5. Aerotropolis - Currently Hamilton Wentworth Region dose not offer a sustainable commercial environment to support commitment from cargo and passenger carriers. This is evident by the number of carriers that have abandon the airport completely or have drastically reduced its business here. The city is in billions of dollars in repairs to its infrastructure and the citizens are over taxed and are not in a position to support this endeavourer at this time.

Ward 1

Brian McHattie

1. Climate Change - This a key responsibility for City Council and several months back we received a phase one staff report encompassing an inventory of municipal GHG sources. The next step, due in late winter 2007, is a Climate Change Plan for the City with specific GHG reduction actions.

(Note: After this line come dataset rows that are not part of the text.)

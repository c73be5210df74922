/** @type {import('next').NextConfig} */
const nextConfig = {
  // Server-only packages with native or Node-specific code stay outside the bundle.
  serverExternalPackages: ["pg", "puppeteer-core", "nodemailer", "pino"],
  poweredByHeader: false,
  typedRoutes: false,
  // The build checks the app's own code; scripts and tests are checked by `tsc` in npm test.
  typescript: { tsconfigPath: "tsconfig.build.json" },
};

export default nextConfig;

In this we are working with the Federation of Canadian Municipalities (FCM) and their GHG program. With responsibilities in land use (ie. no sprawl and more intensification), our own activities (see our Green Fleet program, energy conservation plan, and efforts to achieve LEED certification for city facilities), and other responsibilities, the City of Hamilton has a lead role in local GHG reduction activities.

2. Peak Oil - I have asked for a Peak Oil phase two report outlining ways we are responding to the first report's call for a 75 percent reduction in energy use and use of renewable sources for the rest. The Phase 2 report will take all of the ideas further including themeing an economic development cluster on attracting energy companies to Hamilton, through committing to a real focus on energy reduction/alternatives corporately. (Note that Cleanfield Energy is now here with their vertical access wind turbines, with 150 turbines due to be placed atop City buildings – see for a quote from their President, Tony Verelli).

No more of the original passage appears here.